Savigliano, dottoresse aggredite in guardia medica: sospeso il servizio per mancanza di sicurezza

La Fimmg Cuneo denuncia ancora una volta le condizioni in cui i sanitari sono costretti a lavorare: "Medici soli e isolati, servono misure concrete"

Savigliano, dottoresse aggredite in guardia medica: sospeso il servizio per mancanza di sicurezza

Ennesimo episodio di aggressione al personale sanitario in provincia di Cuneo. Domenica scorsa, il 14 giugno, due dottoresse in servizio presso la sede della continuità assistenziale di Savigliano sono rimaste coinvolte nell'aggressione da parte di un paziente che, nel corso della visita, ha improvvisamente assunto un comportamento violento, provocando danni agli arredi e ferendosi.

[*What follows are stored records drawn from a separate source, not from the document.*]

"""The fit with series levels absorbed (within transformation) against the fit with a
column per series, computed independently by statsmodels' OLS with ``C(series)``.

References:

* the Grunfeld (1958) investment data shipped with ``statsmodels.datasets.grunfeld``
  (11 firms × 20 years): invest on value and capital with a level per firm, the
  textbook fixed-effects example;
* a generated unbalanced panel (design stated in ``_panel``) with series-specific
  slopes as interaction columns beside the absorbed levels;
* statsmodels' ``OLS`` on the dummy-variable design (``C(series)``, treatment coding,
  first series the reference) for coefficients, standard errors, R², residual df,
  predictions, the standard error of a new observation (``get_prediction().se_obs``)
  and leverage (``OLSInfluence.hat_matrix_diag``).
"""

from __future__ import annotations

import numpy as np
import pandas as pd
import pytest
import statsmodels.formula.api as smf
from statsmodels.datasets import grunfeld
from statsmodels.stats.outliers_influence import OLSInfluence

from pipeline.models.absorbed import LEVELS_REASON, absorbed_least_squares, within

TOLERANCE = 1e-8


def _grunfeld() -> pd.DataFrame:
    frame = grunfeld.load_pandas().data
    return frame.assign(firm=frame["firm"].astype(str)).reset_index(drop=True)


def _panel(seed: int = 21) -> pd.DataFrame:
    """Twelve series of 15 to 40 rows each (unbalanced); y = level + slope·x + 2·w + noise,
    each series with its own level (normal, SD 50) and slope on x (1 ± 0.5), noise SD 3."""
    rng = np.random.default_rng(seed)
    pieces = []
    for s in range(12):
        rows = int(rng.integers(15, 41))
        x = rng.normal(10, 3, rows)
        w = rng.normal(0, 1, rows)
        y = rng.normal(0, 50) + (1 + rng.uniform(-0.5, 0.5)) * x + 2 * w + rng.normal(0, 3, rows)
        pieces.append(pd.DataFrame({"series": f"s{s:02d}", "x": x, "w": w, "y": y}))
    return pd.concat(pieces, ignore_index=True)


def _close(ours, theirs, tolerance: float = TOLERANCE) -> None:
    ours, theirs = np.asarray(ours, float), np.asarray(theirs, float)
    scale = np.maximum(np.abs(theirs), 1.0)
    assert np.all(np.abs(ours - theirs) <= tolerance * scale), np.max(np.abs(ours - theirs) / scale)


def test_grunfeld_matches_statsmodels_with_a_column_per_firm():
    frame = _grunfeld()
    dense = smf.ols("invest ~ value + capital + C(firm)", data=frame).fit()
    fit = absorbed_least_squares(frame[["value", "capital"]].to_numpy(), frame["invest"].to_numpy(),
                                 frame["firm"].to_numpy(), ["value", "capital"])
    _close(fit.slopes.coef, dense.params[["value", "capital"]])
    _close(fit.slopes.stderr, dense.bse[["value", "capital"]])
    assert fit.df_resid == dense.df_resid == 220 - 2 - 11   # 11 firms × 20 years
    _close([fit.slopes.r2, fit.slopes.adj_r2, fit.resid_sd],
           [dense.rsquared, dense.rsquared_adj, np.sqrt(dense.scale)])
    _close(fit.slopes.residuals, dense.resid)
    levels = fit.level_table()
    firms = [f"C(firm)[T.{name}]" for name in fit.series_names[1:]]
    _close(levels["estimate"], dense.params[["Intercept", *firms]])
    _close(levels["std_error"], dense.bse[["Intercept", *firms]])
    _close(levels["p_value"], dense.pvalues[["Intercept", *firms]], 1e-7)


def test_grunfeld_predictions_and_their_standard_errors_match():
    frame = _grunfeld()
    dense = smf.ols("invest ~ value + capital + C(firm)", data=frame).fit()
    fit = absorbed_least_squares(frame[["value", "capital"]].to_numpy(), frame["invest"].to_numpy(),
                                 frame["firm"].to_numpy(), ["value", "capital"])
    rng = np.random.default_rng(3)
    new = frame.sample(25, random_state=4).assign(
        value=lambda f: f["value"] * rng.uniform(0.5, 1.5, 25),
        capital=lambda f: f["capital"] * rng.uniform(0.5, 1.5, 25))
    codes = pd.Index(fit.series_names).get_indexer(new["firm"])
    expected = dense.get_prediction(new)
    _close(fit.predict(new[["value", "capital"]].to_numpy(), codes), expected.predicted_mean)
    _close(fit.prediction_se(new[["value", "capital"]].to_numpy(), codes), expected.se_obs)
    _close(fit.slopes.leverage, OLSInfluence(dense).hat_matrix_diag)


def test_series_slopes_as_interaction_columns_on_an_unbalanced_panel():
    frame = _panel()
    dense = smf.ols("y ~ x + w + C(series) + x:C(series)", data=frame).fit()
    levels = sorted(frame["series"].unique())
    own = np.column_stack([frame["x"] * (frame["series"] == level) for level in levels[1:]])
    names = ["x", "w", *[f"x:C(series)[T.{level}]" for level in levels[1:]]]
    fit = absorbed_least_squares(np.column_stack([frame["x"], frame["w"], own]), frame["y"].to_numpy(),
                                 frame["series"].to_numpy(), names)
    _close(fit.slopes.coef, dense.params[names])
    _close(fit.slopes.stderr, dense.bse[names])
    assert fit.df_resid == dense.df_resid
    table = fit.level_table()
    _close(table["estimate"], dense.params[["Intercept", *[f"C(series)[T.{v}]" for v in levels[1:]]]])
    _close(table["std_error"], dense.bse[["Intercept", *[f"C(series)[T.{v}]" for v in levels[1:]]]])


@pytest.mark.parametrize("which", ["grunfeld", "panel"])
def test_hc3_standard_errors_of_the_levels_match_statsmodels(which):
    # statsmodels' fit(cov_type="HC3") on the design with a column per series: the levels'
    # sandwich, computed from sums by series, equals the full HC3 covariance's diagonal.
    if which == "grunfeld":
        frame, y, columns, key = _grunfeld(), "invest", ["value", "capital"], "firm"
    else:
        frame, y, columns, key = _panel(), "y", ["x", "w"], "series"
    dense = smf.ols(f"{y} ~ {' + '.join(columns)} + C({key})", data=frame).fit(cov_type="HC3")
    fit = absorbed_least_squares(frame[columns].to_numpy(), frame[y].to_numpy(), frame[key].to_numpy(),
                                 columns)
    within = frame[columns].to_numpy() - fit.driver_means[fit.codes]
    scores = fit.slopes.residuals / (1 - fit.slopes.leverage)
    table = fit.level_table(within=within, scores=scores)
    names = ["Intercept", *[f"C({key})[T.{name}]" for name in fit.series_names[1:]]]
    _close(table["std_error"], dense.bse[names])
    # The slopes' own HC3 errors from the within columns alone (Frisch–Waugh–Lovell).
    bread = np.linalg.inv(within.T @ within)
    sandwich = bread @ (within * scores[:, None] ** 2).T @ within @ bread
    _close(np.sqrt(np.diag(sandwich)), dense.bse[columns])


@pytest.mark.parametrize("lags", [1, 3])
def test_hac_standard_errors_of_the_levels_match_statsmodels_hac_panel(lags):
    # statsmodels' cov_type="hac-panel" (Bartlett weights within each firm, rows stacked by
    # firm in year order; use_correction=False, the convention of castline's HAC) on the
    # design with a column per firm. The rows are shuffled: the time order comes from ``order``.
    frame = _grunfeld().sample(frac=1.0, random_state=5).reset_index(drop=True)
    stacked = frame.sort_values(["firm", "year"], kind="stable")
    dense = smf.ols("invest ~ value + capital + C(firm)", data=stacked).fit(
        cov_type="hac-panel", cov_kwds={"groups": pd.factorize(stacked["firm"])[0], "maxlags": lags,
                                        "use_correction": False})
    fit = absorbed_least_squares(frame[["value", "capital"]].to_numpy(), frame["invest"].to_numpy(),
                                 frame["firm"].to_numpy(), ["value", "capital"])
    within = frame[["value", "capital"]].to_numpy() - fit.driver_means[fit.codes]
    table = fit.level_table(within=within, scores=fit.slopes.residuals, lags=lags,
                            order=frame["year"].to_numpy())
    names = ["Intercept", *[f"C(firm)[T.{name}]" for name in fit.series_names[1:]]]
    _close(table["std_error"], dense.bse[names])


def test_a_series_the_fit_did_not_hold_gets_the_first_series_level():
    frame = _grunfeld()
    fit = absorbed_least_squares(frame[["value"]].to_numpy(), frame["invest"].to_numpy(),
                                 frame["firm"].to_numpy(), ["value"])
    row = np.array([[1000.0]])
    assert fit.predict(row, np.array([-1]))[0] == pytest.approx(fit.predict(row, np.array([0]))[0],
                                                                 rel=1e-15)


def test_a_column_constant_within_every_series_is_left_out_and_named():
    # A firm-level constant (its first year's capital) is spanned by the firm levels: the fit
    # with columns drops it as collinear, and the predictions are those without it.
    frame = _grunfeld()
    frame["start"] = frame.groupby("firm")["capital"].transform("first")
    fit = absorbed_least_squares(frame[["value", "start"]].to_numpy(), frame["invest"].to_numpy(),
                                 frame["firm"].to_numpy(), ["value", "start"])
    assert np.isnan(fit.slopes.coef[1])
    assert [d.describe() for d in fit.slopes.dropped] == [f"'start' is {LEVELS_REASON}"]
    without = smf.ols("invest ~ value + C(firm)", data=frame).fit()
    _close(fit.slopes.coef[0], without.params["value"])
    assert fit.df_resid == without.df_resid
    _close(fit.slopes.residuals, without.resid)


def test_within_removes_each_group_mean():
    # numpy's per-group mean, computed group by group, as the reference.
    rng = np.random.default_rng(8)
    codes = rng.integers(0, 7, 500)
    values = rng.normal(1e6, 1, (500, 3))
    counts = np.bincount(codes, minlength=7).astype(float)
    centred, means = within(values, codes, counts)
    for group in range(7):
        rows = codes == group
        np.testing.assert_allclose(means[group], values[rows].mean(axis=0), rtol=1e-15)
        np.testing.assert_allclose(centred[rows].mean(axis=0), 0.0, atol=1e-9)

Soltanto il tempestivo intervento di un'altra dottoressa, che ha immediatamente richiesto l'aiuto del personale addetto alla sicurezza, ha impedito che la situazione degenerasse ulteriormente con conseguenze potenzialmente gravissime anche per le persone presenti. A seguito dell'accaduto, la postazione è stata ritenuta non più idonea a garantire le condizioni di sicurezza per gli utenti e per i medici in servizio, rendendo necessaria la sospensione del servizio e l’individuazione urgente di una diversa collocazione per assicurarne la prosecuzione.

Sull'episodio è intervenuta la sezione provinciale della Fimmg Cuneo, la federazione italiana medici di medicina generale, attraverso il segretario Lorenzo Marino, che "denuncia da tempo le condizioni di rischio in cui i medici del Servizio di Continuità Assistenziale sono quotidianamente costretti a operare e che, ancora una volta, hanno trovato conferma alla prova dei fatti".

La Fimmg infatti evidenzia come nella maggior parte delle sedi, soprattutto nelle ore notturne, il medico è completamente solo nello svolgimento della propria attività.

I sanitari poi, sono chiamati a prestare assistenza a soggetti con i quali non esiste rapporto fiduciario e la cui identificazione può risultare facilmente alterabile durante la registrazione telefonica attraverso il numero unico 116117. Infine, numerose sedi si trovano in strutture isolate, nelle quali risulta impossibile ottenere un supporto tempestivo in caso di emergenza, specialmente nelle ore notturne.

Tali criticità rischiano di assumere una rilevanza ancora maggiore alla luce della collocazione di molte nuove case di comunità in strutture autonome nelle quali, durante la notte, non è presente alcun operatore oltre al medico di turno. In un periodo storico nel quale le aggressioni al personale sanitario sono all’ordine del giorno, Fimmg Cuneo sottolinea l’importanza dell’adozione delle misure di sicurezza stabilite negli Accordi stipulati con l’Asl Cn1, ad oggi solo parzialmente applicate e realizzate. 

La segreteria provinciale quindi richiede alla direzione generale dell'Asl Cn1, "come già avvenuto in passato, interventi concreti ed efficaci a garanzia della sicurezza dei medici operanti nelle sedi di continuità assistenziale, guardia medica e nelle case di comunità, tenendo conto delle peculiarità di un servizio notturno svolto ancora oggi in condizioni di solitudine e isolamento e senza la possibilità di accedere preventivamente ai dati e alle informazioni del paziente".

A.P.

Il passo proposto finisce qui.